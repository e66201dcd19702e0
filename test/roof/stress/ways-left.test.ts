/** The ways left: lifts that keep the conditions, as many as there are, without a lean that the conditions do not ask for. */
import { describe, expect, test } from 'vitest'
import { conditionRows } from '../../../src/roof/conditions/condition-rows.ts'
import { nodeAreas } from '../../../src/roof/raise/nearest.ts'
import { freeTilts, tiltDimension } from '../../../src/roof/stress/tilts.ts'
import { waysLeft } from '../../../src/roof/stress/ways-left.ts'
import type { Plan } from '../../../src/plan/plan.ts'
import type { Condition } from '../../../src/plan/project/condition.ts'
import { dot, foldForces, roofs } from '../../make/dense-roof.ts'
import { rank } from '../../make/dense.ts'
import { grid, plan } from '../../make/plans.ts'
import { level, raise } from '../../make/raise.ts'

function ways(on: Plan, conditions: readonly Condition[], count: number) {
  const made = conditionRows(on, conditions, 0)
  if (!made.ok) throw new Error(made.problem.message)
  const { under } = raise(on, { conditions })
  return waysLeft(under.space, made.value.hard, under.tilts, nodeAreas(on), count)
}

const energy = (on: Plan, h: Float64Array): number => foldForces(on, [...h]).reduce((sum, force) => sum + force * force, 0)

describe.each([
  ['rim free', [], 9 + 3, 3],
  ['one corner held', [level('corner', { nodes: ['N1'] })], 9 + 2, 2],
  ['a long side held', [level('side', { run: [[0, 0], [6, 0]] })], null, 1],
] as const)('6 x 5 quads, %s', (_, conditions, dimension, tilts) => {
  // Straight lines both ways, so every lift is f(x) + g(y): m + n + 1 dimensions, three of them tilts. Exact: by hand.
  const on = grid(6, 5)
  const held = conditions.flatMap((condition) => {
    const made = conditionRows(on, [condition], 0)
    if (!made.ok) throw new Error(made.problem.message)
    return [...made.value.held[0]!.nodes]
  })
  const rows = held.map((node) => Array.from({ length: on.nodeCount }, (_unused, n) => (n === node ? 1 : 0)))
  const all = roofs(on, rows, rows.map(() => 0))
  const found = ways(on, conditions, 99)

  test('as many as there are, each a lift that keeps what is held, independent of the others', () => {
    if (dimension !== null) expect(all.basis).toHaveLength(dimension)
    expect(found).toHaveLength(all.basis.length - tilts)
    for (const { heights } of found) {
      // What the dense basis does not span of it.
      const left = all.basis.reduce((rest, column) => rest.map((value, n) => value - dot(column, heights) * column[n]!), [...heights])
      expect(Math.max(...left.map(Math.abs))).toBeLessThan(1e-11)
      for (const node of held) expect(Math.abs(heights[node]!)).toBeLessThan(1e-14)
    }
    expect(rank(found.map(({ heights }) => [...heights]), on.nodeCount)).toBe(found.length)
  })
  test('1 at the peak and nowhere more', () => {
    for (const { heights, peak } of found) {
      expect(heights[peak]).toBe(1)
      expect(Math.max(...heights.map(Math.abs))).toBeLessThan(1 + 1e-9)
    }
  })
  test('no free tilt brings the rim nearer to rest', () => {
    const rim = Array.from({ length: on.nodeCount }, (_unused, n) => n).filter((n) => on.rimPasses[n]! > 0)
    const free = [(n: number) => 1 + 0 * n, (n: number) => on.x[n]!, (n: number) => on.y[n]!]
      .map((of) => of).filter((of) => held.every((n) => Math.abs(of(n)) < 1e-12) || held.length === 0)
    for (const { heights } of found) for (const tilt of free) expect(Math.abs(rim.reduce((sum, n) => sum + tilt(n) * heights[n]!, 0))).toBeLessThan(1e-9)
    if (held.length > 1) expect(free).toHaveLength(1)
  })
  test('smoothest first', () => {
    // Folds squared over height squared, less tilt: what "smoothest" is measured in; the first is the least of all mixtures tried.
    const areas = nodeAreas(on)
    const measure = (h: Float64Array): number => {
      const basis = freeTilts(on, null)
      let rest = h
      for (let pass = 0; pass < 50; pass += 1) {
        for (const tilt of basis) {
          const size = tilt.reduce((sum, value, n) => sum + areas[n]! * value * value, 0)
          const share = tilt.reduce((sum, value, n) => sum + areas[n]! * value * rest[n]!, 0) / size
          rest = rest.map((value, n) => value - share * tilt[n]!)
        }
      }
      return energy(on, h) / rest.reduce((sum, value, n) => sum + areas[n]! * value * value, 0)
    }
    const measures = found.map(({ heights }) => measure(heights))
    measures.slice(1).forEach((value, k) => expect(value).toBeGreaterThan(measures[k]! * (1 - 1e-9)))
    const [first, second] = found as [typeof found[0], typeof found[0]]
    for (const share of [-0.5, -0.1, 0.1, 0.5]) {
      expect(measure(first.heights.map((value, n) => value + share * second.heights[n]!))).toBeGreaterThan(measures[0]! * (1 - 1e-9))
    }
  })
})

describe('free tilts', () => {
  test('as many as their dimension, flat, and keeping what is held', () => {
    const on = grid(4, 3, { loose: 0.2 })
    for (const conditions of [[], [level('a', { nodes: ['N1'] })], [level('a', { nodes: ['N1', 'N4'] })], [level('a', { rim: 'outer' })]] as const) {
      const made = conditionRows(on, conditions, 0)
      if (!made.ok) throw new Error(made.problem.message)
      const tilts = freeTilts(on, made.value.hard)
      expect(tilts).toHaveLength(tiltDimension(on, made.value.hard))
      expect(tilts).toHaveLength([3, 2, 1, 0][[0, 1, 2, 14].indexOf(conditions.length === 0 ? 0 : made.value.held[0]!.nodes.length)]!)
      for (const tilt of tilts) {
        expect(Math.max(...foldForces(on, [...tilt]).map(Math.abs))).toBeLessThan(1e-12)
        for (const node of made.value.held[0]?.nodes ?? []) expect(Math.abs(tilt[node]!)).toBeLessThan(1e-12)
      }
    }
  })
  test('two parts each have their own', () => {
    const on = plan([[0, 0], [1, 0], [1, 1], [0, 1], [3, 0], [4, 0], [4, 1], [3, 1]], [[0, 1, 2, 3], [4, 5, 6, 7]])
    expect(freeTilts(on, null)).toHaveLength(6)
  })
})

> **Task details**:
Write the listing out once more, keeping each word as it is.

> **Written reply**:
repository e66201dcd19702e0
filename test/roof/stress/ways-left.test.ts
/** The ways left: lifts that keep the conditions, as many as there are, without a lean that the conditions do not ask for. */
import { describe, expect, test } from 'vitest'
import { conditionRows } from '../../../src/roof/conditions/condition-rows.ts'
import { nodeAreas } from '../../../src/roof/raise/nearest.ts'
import { freeTilts, tiltDimension } from '../../../src/roof/stress/tilts.ts'
import { waysLeft } from '../../../src/roof/stress/ways-left.ts'
import type { Plan } from '../../../src/plan/plan.ts'
import type { Condition } from '../../../src/plan/project/condition.ts'
import { dot, foldForces, roofs } from '../../make/dense-roof.ts'
import { rank } from '../../make/dense.ts'
import { grid, plan } from '../../make/plans.ts'
import { level, raise } from '../../make/raise.ts'

function ways(on: Plan, conditions: readonly Condition[], count: number) {
  const made = conditionRows(on, conditions, 0)
  if (!made.ok) throw new Error(made.problem.message)
  const { under } = raise(on, { conditions })
  return waysLeft(under.space, made.value.hard, under.tilts, nodeAreas(on), count)
}

const energy = (on: Plan, h: Float64Array): number => foldForces(on, [...h]).reduce((sum, force) => sum + force * force, 0)

describe.each([
  ['rim free', [], 9 + 3, 3],
  ['one corner held', [level('corner', { nodes: ['N1'] })], 9 + 2, 2],
  ['a long side held', [level('side', { run: [[0, 0], [6, 0]] })], null, 1],
] as const)('6 x 5 quads, %s', (_, conditions, dimension, tilts) => {
  // Straight lines both ways, so every lift is f(x) + g(y): m + n + 1 dimensions, three of them tilts. Exact: by hand.
  const on = grid(6, 5)
  const held = conditions.flatMap((condition) => {
    const made = conditionRows(on, [condition], 0)
    if (!made.ok) throw new Error(made.problem.message)
    return [...made.value.held[0]!.nodes]
  })
  const rows = held.map((node) => Array.from({ length: on.nodeCount }, (_unused, n) => (n === node ? 1 : 0)))
  const all = roofs(on, rows, rows.map(() => 0))
  const found = ways(on, conditions, 99)

  test('as many as there are, each a lift that keeps what is held, independent of the others', () => {
    if (dimension !== null) expect(all.basis).toHaveLength(dimension)
    expect(found).toHaveLength(all.basis.length - tilts)
    for (const { heights } of found) {
      // What the dense basis does not span of it.
      const left = all.basis.reduce((rest, column) => rest.map((value, n) => value - dot(column, heights) * column[n]!), [...heights])
      expect(Math.max(...left.map(Math.abs))).toBeLessThan(1e-11)
      for (const node of held) expect(Math.abs(heights[node]!)).toBeLessThan(1e-14)
    }
    expect(rank(found.map(({ heights }) => [...heights]), on.nodeCount)).toBe(found.length)
  })
  test('1 at the peak and nowhere more', () => {
    for (const { heights, peak } of found) {
      expect(heights[peak]).toBe(1)
      expect(Math.max(...heights.map(Math.abs))).toBeLessThan(1 + 1e-9)
    }
  })
  test('no free tilt brings the rim nearer to rest', () => {
    const rim = Array.from({ length: on.nodeCount }, (_unused, n) => n).filter((n) => on.rimPasses[n]! > 0)
    const free = [(n: number) => 1 + 0 * n, (n: number) => on.x[n]!, (n: number) => on.y[n]!]
      .map((of) => of).filter((of) => held.every((n) => Math.abs(of(n)) < 1e-12) || held.length === 0)
    for (const { heights } of found) for (const tilt of free) expect(Math.abs(rim.reduce((sum, n) => sum + tilt(n) * heights[n]!, 0))).toBeLessThan(1e-9)
    if (held.length > 1) expect(free).toHaveLength(1)
  })
  test('smoothest first', () => {
    // Folds squared over height squared, less tilt: what "smoothest" is measured in; the first is the least of all mixtures tried.
    const areas = nodeAreas(on)
    const measure = (h: Float64Array): number => {
      const basis = freeTilts(on, null)
      let rest = h
      for (let pass = 0; pass < 50; pass += 1) {
        for (const tilt of basis) {
          const size = tilt.reduce((sum, value, n) => sum + areas[n]! * value * value, 0)
          const share = tilt.reduce((sum, value, n) => sum + areas[n]! * value * rest[n]!, 0) / size
          rest = rest.map((value, n) => value - share * tilt[n]!)
        }
      }
      return energy(on, h) / rest.reduce((sum, value, n) => sum + areas[n]! * value * value, 0)
    }
    const measures = found.map(({ heights }) => measure(heights))
    measures.slice(1).forEach((value, k) => expect(value).toBeGreaterThan(measures[k]! * (1 - 1e-9)))
    const [first, second] = found as [typeof found[0], typeof found[0]]
    for (const share of [-0.5, -0.1, 0.1, 0.5]) {
      expect(measure(first.heights.map((value, n) => value + share * second.heights[n]!))).toBeGreaterThan(measures[0]! * (1 - 1e-9))
    }
  })
})

describe('free tilts', () => {
  test('as many as their dimension, flat, and keeping what is held', () => {
    const on = grid(4, 3, { loose: 0.2 })
    for (const conditions of [[], [level('a', { nodes: ['N1'] })], [level('a', { nodes: ['N1', 'N4'] })], [level('a', { rim: 'outer' })]] as const) {
      const made = conditionRows(on, conditions, 0)
      if (!made.ok) throw new Error(made.problem.message)
      const tilts = freeTilts(on, made.value.hard)
      expect(tilts).toHaveLength(tiltDimension(on, made.value.hard))
      expect(tilts).toHaveLength([3, 2, 1, 0][[0, 1, 2, 14].indexOf(conditions.length === 0 ? 0 : made.value.held[0]!.nodes.length)]!)
      for (const tilt of tilts) {
        expect(Math.max(...foldForces(on, [...tilt]).map(Math.abs))).toBeLessThan(1e-12)
        for (const node of made.value.held[0]?.nodes ?? []) expect(Math.abs(tilt[node]!)).toBeLessThan(1e-12)
      }
    }
  })
  test('two parts each have their own', () => {
    const on = plan([[0, 0], [1, 0], [1, 1], [0, 1], [3, 0], [4, 0], [4, 1], [3, 1]], [[0, 1, 2, 3], [4, 5, 6, 7]])
    expect(freeTilts(on, null)).toHaveLength(6)
  })
})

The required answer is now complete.